TikTok is awesome and my phone is hurting me

It’s easy to criticize TikTok as dumb if you don’t use it, and it’s also easy to criticize it as a mind-numbing time-suck if you use it all the time.

But it’s an informed criticism, with an understanding of the value the app provides in return, and that’s the difference. It’s a forum for all of humanity, and it turns out humanity is pretty awesome.

I wouldn’t trade my time watching Andrew Murnane managing to make his view that nothing really matters uplifting or hearing Crypto Weatherman eviscerate the latest mainstream financial take, or being a bit mesmerized at the confidence of Strawberry Milk Mob rocking out while she packs her fun little bikini orders. And they are just the tip of the iceberg of value for me. There have been moments that I’ve been sad, lonely and lost, and a TikTok video has snapped me back to reality. I’ve had life-altering advice stop me in my tracks, and I’ve incorporated it too. 
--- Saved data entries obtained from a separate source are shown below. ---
@functools.lru_cache(maxsize=None)
def _log_moment_of_gamma(power: int) -> tuple[sp.Expr, sp.Symbol]:
    """``d^power/dz^power [Gamma(z) p^(-z)]`` at z = 1, written with L = ln p (times p)."""
    z = sp.Symbol("z", positive=True)
    big_l = sp.Symbol("L_p")
    # Gamma(z) p^(-z) = Gamma(z) exp(-z L); multiply by p = exp(L) to strip the 1/p
    expression = sp.gamma(z) * sp.exp(-(z - 1) * big_l)
    value = sp.diff(expression, z, power).subs(z, 1)
    return sp.expand(sp.simplify(value.rewrite(sp.polygamma))), big_l


def hereditary_log_integral(power: int, s: Any) -> sp.Expr:
    """Return ``int_0^oo dtau exp(i s tau) ln(tau)^power``, Abel-regulated, for any ``power >= 0``.

    The hereditary kernels of every order in G M: the leading tail needs powers 0 and 1, the
    tails of tails (cubic, G^2 M^2) the power 2, and so on.

    Parameters
    ----------
    power:
        Non-negative int.
    s:
        Real non-zero angular frequency (exact; symbols must be real).

    Returns
    -------
    sympy.Expr
        From ``int_0^oo exp(-p tau) tau^(z-1) dtau = Gamma(z) p^(-z)`` (``Re p > 0``),
        differentiated ``power`` times in z at z = 1 (derivatives of Gamma at 1: Euler's
        constant, zeta values), continued to ``p = eps - i s``, ``eps -> 0+``: ``1/p = i/s``,
        ``ln p = ln|s| - i (pi/2) sign(s)``.

    **Conventions**: harmonics ``exp(-i s t)``; regulator ``exp(-eps tau)`` (the source is
    switched on adiabatically in the remote past), as :func:`hereditary_harmonic_integral`.

    Example
    -------
    >>> import sympy as sp
    >>> w = sp.Symbol("w", positive=True)
    >>> hereditary_log_integral(0, w)
    I/w
    >>> sp.expand(hereditary_log_integral(1, w) - (-sp.I * (sp.EulerGamma + sp.log(w)) - sp.pi / 2) / w)
    0

    References
    ----------
    Common practice (Laplace transform of tau^(z-1) and its z-derivatives, Abel-continued to
    the imaginary axis); Blanchet, Living Rev. Relativ. 17, 2 (2014), sec. 3 (tails and tails of
    tails as hereditary integrals with powers of logarithms).
    """
    if isinstance(power, bool) or not isinstance(power, int) or power < 0:
        raise ValueError(f"power must be a non-negative int, got {power!r}")
    s = _check_frequency(s)
    value, big_l = _log_moment_of_gamma(power)
    log_p = sp.log(sp.Abs(s)) - sp.I * sp.pi * sp.sign(s) / 2
    return sp.expand(value.subs(big_l, log_p) * sp.I / s)
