@lru_cache(maxsize=None)
def _frequency_inversion(pn_order: int) -> tuple[PNSeries, PNSeries]:
    """X = -2E/c^2 and j = -2E J^2/(G m)^2 as PN series in sqrt(x) (coefficients rational in
    ``_ROOT = sqrt(1 - e_t^2)`` and nu).

    Reverts ``x = [(G m/c^3) n (1 + k)]^(2/3)`` and ``e_t^2 = e_t^2(E, J)`` by fixed-point
    iteration, one order per step: ``X = x [(G m/c^3) n (1 + k)/X^(3/2)]^(-2/3)``,
    ``j = 1 - e_t^2 + (e_t^2(X, j) - (1 - j))``.
    """
    energy_form = quasi_keplerian_from_energy(pn_order)
    relative = energy_form.mean_motion.known_through      # relative order known
    frequency = _dimensionless((energy_form.mean_motion * (1 + energy_form.periastron_advance)
                                ).expand(), c**3 / (G * m), sp.Rational(3, 2))
    ecc2 = _dimensionless((energy_form.time_eccentricity ** 2).expand(), 1, 0)
    # e_t^2 = (1 - j) + sum_{n >= 1} X^n h_n(j): the correction part
    ecc2_correction = {n: f for n, f in ecc2.items() if n >= 1}
    if sp.simplify(ecc2.get(0, 0) - (1 - _j)) != 0:
        raise ArithmeticError(f"Newtonian e_t^2 is not 1 - j: {ecc2.get(0)}")
    big_x = PNSeries({1: 1}, 1)
    small_j = PNSeries({0: _ROOT**2}, 0)
    while big_x.known_through < 1 + relative or small_j.known_through < relative:
        rel_freq = _evaluate_in_frequency(frequency, 0, big_x, small_j, relative)
        new_x = (rel_freq ** sp.Rational(-2, 3)).shift(1).map_coefficients(_cancel)
        correction = _evaluate_in_frequency(ecc2_correction, 0, big_x, small_j, relative)
        new_j = (correction + _ROOT**2).map_coefficients(_cancel)
        new_x = new_x.truncate(min(new_x.known_through, 1 + relative))
        if new_x.known_through <= big_x.known_through and new_j.known_through <= small_j.known_through:
            raise ArithmeticError("series reversion for (x, e_t) does not converge")
        big_x, small_j = new_x, new_j
    return big_x, small_j


def _energy_form_in_frequency(series: PNSeries, scale: sp.Expr, lead: sp.Rational,
                              pn_order: int) -> PNSeries:
    """An energy-form element re-expressed in (x, et): a PNSeries in eps = sqrt(x) with
    absolute orders starting at ``lead``, coefficients times ``scale`` (its dimensionful
    factor)."""
    big_x, small_j = _frequency_inversion(pn_order)
    pieces = _dimensionless(series, scale, lead)
    out = _evaluate_in_frequency(pieces, lead, big_x, small_j, lead + series.known_through)
    root = sp.sqrt(1 - et**2)
    return out.map_coefficients(lambda v: tidy_eccentricity(v.subs(_ROOT, root), et) * scale)


def tidy_eccentricity(expr: sp.Expr, ecc: sp.Symbol) -> sp.Expr:
    """Canonical form of an expression rational in ``ecc`` and ``sqrt(1 - ecc^2)``.

    Parameters
    ----------
    expr:
        Rational in ``ecc``, ``sqrt(1 - ecc^2)`` and other symbols.
    ecc:
        The eccentricity symbol.

    Returns
    -------
    sympy.Expr
        ``A + B`` with ``A = P(ecc)/(Q(ecc) (1 - ecc^2)^k)`` and
        ``B = P'(ecc)/(Q'(ecc) (1 - ecc^2)^(k' - 1/2))`` (``P`` expanded, numeric content in
        the numerator, ``Q`` monic and prime to ``1 - ecc^2``).

    **Conventions**: ``sqrt(1 - ecc^2)`` is the positive root (``0 <= ecc < 1``).

    Example
    -------
    >>> tidy_eccentricity(1/(et - 1) + 1/(et + 1), et)
    -2*et/(1 - et**2)
    >>> tidy_eccentricity(sp.sqrt(1 - et**2) / (3 * et**2 - 3), et)
    -1/(3*sqrt(1 - et**2))

    References
    ----------
    Common practice.
    """
    root = sp.Dummy("root", positive=True)
    expr = sp.sympify(expr)
    if expr.has(sp.sqrt(1 - ecc)):    # the pairing subs is slow on large sums: only when needed
        expr = expr.subs(sp.sqrt(1 - ecc) * sp.sqrt(1 + ecc), sp.sqrt(1 - ecc**2))
    expr = expr.replace(lambda p: p.is_Pow and p.base == 1 - ecc**2 and (2 * p.exp).is_Integer,
                        lambda p: root ** int(2 * p.exp))
    if expr.has(sp.sqrt(1 - ecc)) or expr.has(sp.sqrt(1 + ecc)):
        raise ValueError(f"unpaired sqrt(1 -+ {ecc}) in {expr}")
    num, den = sp.fraction(sp.cancel(sp.together(expr)))
    relation = root**2 - (1 - ecc**2)
    num = sp.rem(sp.expand(num), relation, root)
    den = sp.rem(sp.expand(den), relation, root)
    # rationalise: (n0 + n1 root)/(d0 + d1 root)
    d0, d1 = sp.expand(den).coeff(root, 0), sp.expand(den).coeff(root, 1)
    if d1 != 0:
        num = sp.rem(sp.expand(num * (d0 - d1 * root)), relation, root)
        den = sp.expand(d0**2 - d1**2 * (1 - ecc**2))
    n0, n1 = sp.expand(num).coeff(root, 0), sp.expand(num).coeff(root, 1)
    parts = []
    for piece, half in ((n0, 0), (n1, 1)):
        if piece == 0:
            continue
        p, q = sp.fraction(sp.cancel(piece / den))
        power = 0
        q_poly = sp.Poly(q, ecc)
        one_minus = sp.Poly(1 - ecc**2, ecc)
        while q_poly.degree() >= 2:
            quotient, rem = sp.div(q_poly, one_minus)
            if not rem.is_zero:
                break
            q_poly, power = quotient, power + 1
        q_expr = q_poly.as_expr()
        content, q_prim = sp.factor_terms(q_expr).as_coeff_Mul()
        if q_prim.is_Number:
            content, q_prim = content * q_prim, sp.S.One
        exponent = power - sp.Rational(half, 2)
        parts.append(sp.expand(p / content) / (q_prim * (1 - ecc**2) ** exponent))
    return sp.Add(*parts)
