# ----------------------------------------------------------------------------- jets in (t, eps)
class Jet:
    """A polynomial in t (degree <= T_MAX) and eps (degree <= E_MAX) with rational coefficients."""

    def __init__(self, c=None):
        self.c = c if c is not None else [[Fraction(0)] * (E_MAX + 1) for _ in range(T_MAX + 1)]

    @classmethod
    def const(cls, value, eps_power=0):
        out = cls()
        out.c[0][eps_power] = Fraction(value)
        return out

    def _coerce(self, other):
        return other if isinstance(other, Jet) else Jet.const(other)

    def __add__(self, other):
        if isinstance(other, TriadVector):
            return NotImplemented
        other = self._coerce(other)
        return Jet([[a + b for a, b in zip(ra, rb)] for ra, rb in zip(self.c, other.c)])

    __radd__ = __add__

    def __neg__(self):
        return Jet([[-a for a in row] for row in self.c])

    def __sub__(self, other):
        return self + (-self._coerce(other))

    def __rsub__(self, other):
        return self._coerce(other) - self

    def __mul__(self, other):
        if isinstance(other, TriadVector):
            return NotImplemented
        if not isinstance(other, Jet):
            f = Fraction(other)
            return Jet([[a * f for a in row] for row in self.c])
        out = Jet()
        for i, ra in enumerate(self.c):
            for j, a in enumerate(ra):
                if a == 0:
                    continue
                for k in range(T_MAX + 1 - i):
                    for e in range(E_MAX + 1 - j):
                        b = other.c[k][e]
                        if b:
                            out.c[i + k][j + e] += a * b
        return out

    __rmul__ = __mul__

    def _unit_power(self, exponent):
        """(self/c0)^exponent for a rational exponent, with c0 the constant term."""
        c0 = self.c[0][0]
        u = self * (1 / c0) - 1
        total, term, coefficient = Jet.const(1), Jet.const(1), Fraction(1)
        for j in range(1, T_MAX + E_MAX + 1):
            coefficient = coefficient * (exponent - j + 1) / j
            term = term * u
            total = total + term * coefficient
        return total

    def __pow__(self, k):
        if k >= 0:
            out = Jet.const(1)
            for _ in range(k):
                out = out * self
            return out
        return self._unit_power(Fraction(k)) * (1 / self.c[0][0]) ** (-k)

    def integral(self, start):
        out = Jet()
        out.c[0] = list(start.c[0]) if isinstance(start, Jet) else [Fraction(start)] + [Fraction(0)] * E_MAX
        for i in range(T_MAX):
            out.c[i + 1] = [a / (i + 1) for a in self.c[i]]
        return out

    def derivative_value(self, order):
        """d^order/dt^order at t = 0: the eps coefficients."""
        return [a * factorial(order) for a in self.c[order]]
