MAX_EXPANDED_TERMS = 5000
"""Largest accepted estimate of the number of terms an expression expands to."""
_BEYOND = 1  # for non-polynomial user expressions: orders reported beyond pn
_SPOT_POINTS = 5
_SPOT_SEED = 1729
_SPOT_TOLERANCE = 1e-20
_NUMERIC_ZERO = 1e-30

_EPS = sp.Symbol("eps", positive=True)
_LOG_X = sp.Symbol("log_x_placeholder", real=True)
_LOG_C = sp.Symbol("log_c_placeholder", real=True)


@dataclass(frozen=True)
class TermComparison:
    """One power of nu inside one PN coefficient. ``nu_power`` None marks the part that is not
    a monomial in nu (e.g. sqrt(1 - 4 nu)); ``numeric_only`` marks an agreement established
    numerically (40 digits) after symbolic simplification gave up."""

    nu_power: sp.Rational | None
    status: str
    yours: sp.Expr
    derived: sp.Expr
    difference: sp.Expr
    numeric_only: bool = False


@dataclass(frozen=True)
class OrderComparison:
    """One PN order: ``status`` "agree" or "differ", with the per-nu-power terms."""

    order: sp.Rational
    label: str
    status: str
    terms: tuple[TermComparison, ...]


@dataclass(frozen=True)
class SpotCheck:
    """Numeric comparison of the truncated series at random points (30 digits)."""

    points: int
    max_relative_difference: float
    passed: bool


@dataclass(frozen=True)
class ComparisonReport:
    """The outcome of a comparison; ``agree`` is the verdict."""

    label: str
    orbit: str
    pn: sp.Rational
    orders: tuple[OrderComparison, ...]
    beyond: tuple[tuple[sp.Rational, str, sp.Expr], ...]
    beyond_known_through: sp.Expr
    spot_check: SpotCheck
    agree: bool
    notes: tuple[str, ...] = ()

    def to_text(self) -> str:
        """A human-readable report (deterministic)."""
        through = _order_label(self.pn, self.orbit)
        lines = [f"{self.label} ({self.orbit} orbit), compared through {through} (PN order {self.pn}):"]
        width = max((len(o.label) for o in self.orders), default=0)
        for order in self.orders:
            if order.status == "agree" and not order.terms:
                lines.append(f"  {order.label.ljust(width)}  agree (both zero)")
                continue
            lines.append(f"  {order.label.ljust(width)}  {order.status}")
            for term in order.terms:
                head = f"    {_nu_label(term.nu_power)}: {term.status}"
                if term.status == "differ":
                    head += (f": yours {sp.sstr(term.yours)}, derived {sp.sstr(term.derived)}, "
                             f"yours - derived = {sp.sstr(term.difference)}")
                elif term.numeric_only:
                    head += " (numerically, to 30 digits)"
                lines.append(head)
        if self.beyond:
            known = "" if self.beyond_known_through == sp.oo else f", expanded through {_order_label(self.beyond_known_through, self.orbit)}"
            lines.append(f"  beyond {through} in your expression (not compared{known}):")
            for _, label, coefficient in self.beyond:
                lines.append(f"    {label}: {sp.sstr(coefficient)}")
        check = self.spot_check
        lines.append(f"  numeric spot check at {check.points} points: max relative difference "
                     f"{check.max_relative_difference:.1e}")
        for note in self.notes:
            lines.append(f"  note: {note}")
        differing = [o.label for o in self.orders if o.status == "differ"]
        if self.agree:
            lines.append("result: AGREE")
        elif differing:
            lines.append(f"result: DIFFER at {', '.join(differing)}")
        else:
            lines.append("result: DIFFER (numeric spot check)")
        return "\n".join(lines)

    def to_json(self) -> dict:
        """A JSON-serialisable dict (strings in sympy syntax, orders as strings)."""
        return {
            "label": self.label,
            "orbit": self.orbit,
            "pn": str(self.pn),
            "verdict": "agree" if self.agree else "differ",
            "orders": [
                {"order": str(o.order), "label": o.label, "status": o.status,
                 "terms": [{"nu_power": None if t.nu_power is None else str(t.nu_power), "status": t.status,
                            "yours": sp.sstr(t.yours), "derived": sp.sstr(t.derived),
                            "difference": sp.sstr(t.difference), "numeric_only": t.numeric_only}
                           for t in o.terms]}
                for o in self.orders],
            "beyond": [{"order": str(order), "label": label, "yours": sp.sstr(coefficient)}
                       for order, label, coefficient in self.beyond],
            "beyond_known_through": str(self.beyond_known_through),
            "spot_check": {"points": self.spot_check.points,
                           "max_relative_difference": float(f"{self.spot_check.max_relative_difference:.3e}"),
                           "passed": self.spot_check.passed},
            "notes": list(self.notes),
        }


# ----------------------------------------------------------------------------- helpers
def _order_label(order: sp.Expr, orbit: str) -> str:
    if order == sp.oo:
        return "all orders"
    if orbit == "circular":
        return f"x^{order}" if order.q == 1 else f"x^({order})"
    power = 2 * order
    return "c^0" if power == 0 else (f"1/c^{power}" if power > 0 else f"c^{-power}")


def _nu_label(power: sp.Rational | None) -> str:
    if power is None:
        return "not a power of nu"
    return f"nu^{power}" if power.q == 1 else f"nu^({power})"


@contextlib.contextmanager
def time_limit(seconds: float | None, what: str = "the comparison") -> Iterator[None]:
    """Raise :class:`ExpressionRefusedError` if the block runs longer than ``seconds``.

    Parameters
    ----------
    seconds:
        Wall-clock budget; None or 0 switches the limit off.
    what:
        Named in the error message.

    Returns
    -------
    A context manager.

    Conventions
    -----------
    Uses ``SIGALRM`` (POSIX, main thread only); elsewhere the block runs without a limit.

    Examples
    --------
    >>> with time_limit(5):
    ...     1 + 1
    2

    References
    ----------
    Python documentation of :func:`signal.setitimer`.
    """
    usable = (seconds and hasattr(signal, "setitimer")
              and threading.current_thread() is threading.main_thread())
    if not usable:
        yield
        return

    active = [True]

    def expired(signum, frame):
        if active[0]:
            raise _Timeout

    previous = signal.signal(signal.SIGALRM, expired)
    # Re-arm every second after the first expiry: sympy catches broad exceptions in places,
    # so one swallowed alarm must not end the limit (_Timeout is a BaseException for the same
    # reason: "except Exception" does not catch it).
    signal.setitimer(signal.ITIMER_REAL, seconds, 1.0)
    try:
        try:
            yield
        finally:
            active[0] = False
            signal.setitimer(signal.ITIMER_REAL, 0)
    except _Timeout:
        active[0] = False
        signal.setitimer(signal.ITIMER_REAL, 0)
        raise ExpressionRefusedError(f"{what} took longer than {seconds:g} s (expression too expensive)") from None
    finally:
        signal.signal(signal.SIGALRM, previous)


class _Timeout(BaseException):
    """Raised by the alarm handler of :func:`time_limit`."""


def _estimate_terms(expression: sp.Expr, cap: int = 10**9) -> tuple[int, int]:
    """Upper estimate of the numbers of terms of numerator and denominator after
    ``together`` and ``expand``."""
    if expression.is_Atom or isinstance(expression, sp.Function):
        return 1, 1
    if isinstance(expression, sp.Add):
        parts = [_estimate_terms(a, cap) for a in expression.args]
        den = 1
        for _, d in parts:
            den = min(cap, den * d)
        num = min(cap, sum(n for n, _ in parts) * den)
        return num, den
    if isinstance(expression, sp.Mul):
        num = den = 1
        for a in expression.args:
            n, d = _estimate_terms(a, cap)
            num, den = min(cap, num * n), min(cap, den * d)
        return num, den
    if isinstance(expression, sp.Pow):
        n, d = _estimate_terms(expression.base, cap)
        k = expression.exp
        if k.is_Integer:
            k = int(k)
            grow = lambda t: min(cap, math.comb(min(t, cap) + abs(k) - 1, abs(k)))  # noqa: E731
            return (grow(n), grow(d)) if k > 0 else (grow(d), grow(n))
        return n, d
    return 1, 1


def _guard_size(expression: sp.Expr, who: str) -> None:
    num, den = _estimate_terms(expression)
    if max(num, den) > MAX_EXPANDED_TERMS:
        raise ExpressionRefusedError(
            f"expression refused: {who} would expand to more than {MAX_EXPANDED_TERMS} terms")


def _to_eps(expression: sp.Expr, orbit: str) -> sp.Expr:
    """Write an expression in the expansion parameter, logarithms of it set aside."""
    expression = sp.expand_log(expression, force=True)
    if orbit == "circular":
        expression = expression.xreplace({sp.log(S.x): _LOG_X})
        return expression.xreplace({S.x: _EPS**2})
    expression = expression.xreplace({sp.log(S.c): _LOG_C})
    return expression.xreplace({S.c: 1 / _EPS})


def _from_eps(expression: sp.Expr) -> sp.Expr:
    return expression.xreplace({_LOG_X: sp.log(S.x), _LOG_C: sp.log(S.c)})


def _series(expression: sp.Expr, orbit: str, known_through: Any) -> PNSeries:
    in_eps = _to_eps(expression, orbit)
    try:
        return PNSeries.from_expression(in_eps, _EPS, known_through)
    except ValueError:
        if known_through == sp.oo:
            raise
    # Not rational in eps (e.g. sqrt(1 + x), exp(x)): Taylor-expand with sympy first.
    count = int(2 * known_through) + 1
    try:
        polynomial = sp.series(in_eps, _EPS, 0, count).removeO()
    except Exception as exc:  # sympy raises a variety of errors on series it cannot do
        raise ExpressionRefusedError(f"cannot expand {sp.sstr(expression)[:60]} as a PN series: {exc}") from None
    if polynomial.has(sp.log(_EPS)) or polynomial.has(sp.Order):
        raise ExpressionRefusedError(f"cannot expand {sp.sstr(expression)[:60]} as a PN series")
    return PNSeries.from_expression(polynomial, _EPS, known_through)


def parse_pn_order(value: Any) -> sp.Rational:
    """A PN order: a non-negative multiple of 1/2 given as int, Rational or text.

    Parameters
    ----------
    value:
        ``2``, ``sp.Rational(3, 2)``, ``"1.5"``, ``"3/2"``.

    Returns
    -------
    sympy.Rational

    Conventions
    -----------
    Floats and text are converted exactly; anything that is not a non-negative multiple of
    1/2 is a ValueError naming it.

    Examples
    --------
    >>> parse_pn_order("3/2"), parse_pn_order(2)
    (3/2, 2)

    References
    ----------
    Common practice.
    """
    if isinstance(value, bool):
        raise ValueError(f"PN order must be a non-negative multiple of 1/2, got {value!r}")
    try:
        if isinstance(value, str):
            if len(value) > 40:
                raise ValueError
            fraction = Fraction(value.strip())
        elif isinstance(value, sp.Basic) and value.is_Rational:
            fraction = Fraction(int(value.p), int(value.q))
        elif isinstance(value, (int, float, Fraction)):
            fraction = Fraction(value)
        else:
            raise ValueError
    except (ValueError, ZeroDivisionError, OverflowError):
        raise ValueError(f"PN order must be a non-negative multiple of 1/2, got {value!r}") from None
    if fraction < 0 or (2 * fraction).denominator != 1 or fraction > 100:
        raise ValueError(f"PN order must be a non-negative multiple of 1/2 (at most 100), got {value!r}")
    return sp.Rational(fraction.numerator, fraction.denominator)


def _canonical(expression: sp.Expr) -> sp.Expr:
    expression = sp.expand(sp.expand_log(expression, force=True))
    try:
        return reduce_mass_difference(expression)
    except ValueError:  # delta inside a function: leave it as written
        return expression


def _by_nu_power(expression: sp.Expr) -> dict[sp.Rational | None, sp.Expr]:
    groups: dict[sp.Rational | None, list[sp.Expr]] = {}
    for term in sp.Add.make_args(expression):
        if term == 0:
            continue
        coefficient, power = term.as_coeff_exponent(S.nu)
        key = power if (not coefficient.has(S.nu) and power.is_Rational) else None
        if key is None:
            coefficient = term
        groups.setdefault(key, []).append(coefficient)
    return {k: sp.Add(*v) for k, v in groups.items() if sp.Add(*v) != 0}
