@dataclass(frozen=True, eq=False)
class CrackForecast:
    """Result of :func:`forecast_crack`.

    Attributes
    ----------
    path : DataFrame
        Main path, one row per straight segment: ``grain``, ``x0``, ``y0``, ``x1``, ``y1`` (µm),
        ``length_um``, ``s_start_um`` (distance along the path from the tip), ``system`` (index
        into the catalogue, −1 in stage II), ``plane`` (Miller label), ``schmid`` (effective
        factor of that system in that grain), ``stage`` ("I"/"II"), ``direction_deg`` (from +x
        towards +y), ``leg`` ("trace"/"zigzag"/"stage2"), ``end`` (what stopped the segment).
    crossings : DataFrame
        One row per boundary crossing of the main path and of the alternatives (``branch``):
        ``boundary_id``, ``grain_a`` (from), ``grain_b`` (into), ``x``, ``y`` (µm),
        ``distance_um``, ``twist_deg``, ``tilt_deg``, ``m_prime``, ``schmid_in``, ``schmid_out``,
        the choice-score terms ``choice_*`` and ``choice_score``, ``n_close`` (other planes within
        the branch tolerance).
    barriers : DataFrame
        Ranked boundaries (``rank`` 1 = strongest): ``boundary_id``, ``grain_a``, ``grain_b``,
        ``score``, ``twist_deg``, ``tilt_deg``, ``m_prime``, ``distance_um``, ``on_path``, the
        terms ``term_*``, the weights ``weight_*``, ``relevance``, ``boundary_class``, ``branches``,
        and with Monte Carlo ``p_on_path``, ``p_top_k``.
    sites : DataFrame
        Ranked localisation sites: ``rank``, ``x``, ``y`` (µm), ``score`` (MPa·µm), ``grain``,
        ``blocking_grain``, ``boundary_id``, ``system``, ``plane``, ``resolved_shear_mpa``,
        ``band_length_um``, ``transmission``; with Monte Carlo ``p_present``, ``p_top_k``.
    alternatives : DataFrame
        Segments of the alternative paths (same columns as ``path`` plus ``branch`` ≥ 1).
    field : (ny, nx) ndarray or None
        Predicted localisation field on the map grid, maximum 1.
    samples : DataFrame or None
        One row per Monte Carlo sample, or None without sampling.
    settings : dict
        Every input that shaped the result (JSON-safe).
    stop_reason : str
        Why the main path ended: "horizon", "map_edge", "unindexed", "blocked".
    """

    path: pd.DataFrame
    crossings: pd.DataFrame
    barriers: pd.DataFrame
    sites: pd.DataFrame
    alternatives: pd.DataFrame
    field: np.ndarray | None
    samples: pd.DataFrame | None
    settings: dict
    stop_reason: str

    @property
    def length_um(self) -> float:
        """Length of the main path, µm."""
        return float(self.path["length_um"].sum()) if len(self.path) else 0.0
Anyone who uses TikTok knows that these are competing truths, and therein lies the conflict. We love the content; it can of course be terrible, or mediocre, but it’s also pretty reliably what we love. We have basically ordered it on a loop. It’s so us.

I’m thinking about all this as I sit with two dozen Arab journalists gathered at a resort near the hot springs in Ain Al Soukhna, Egypt for the TikTok Digital Wellness Summit, put on by a company everyone is blaming for creating a platform that is harming our mental health.

A platform is nothing if it doesn’t grow, and those of us gathered here are one of the keys to that growth. Users who love TikTok don’t want it to go anywhere, even as we also want it to take up less space.

So: TikTok has to do something, right? Even if it reminds me of an event I was invited to recently, a tobacco and oil and gas company, tackling “harm reduction”, this, I think, is that something.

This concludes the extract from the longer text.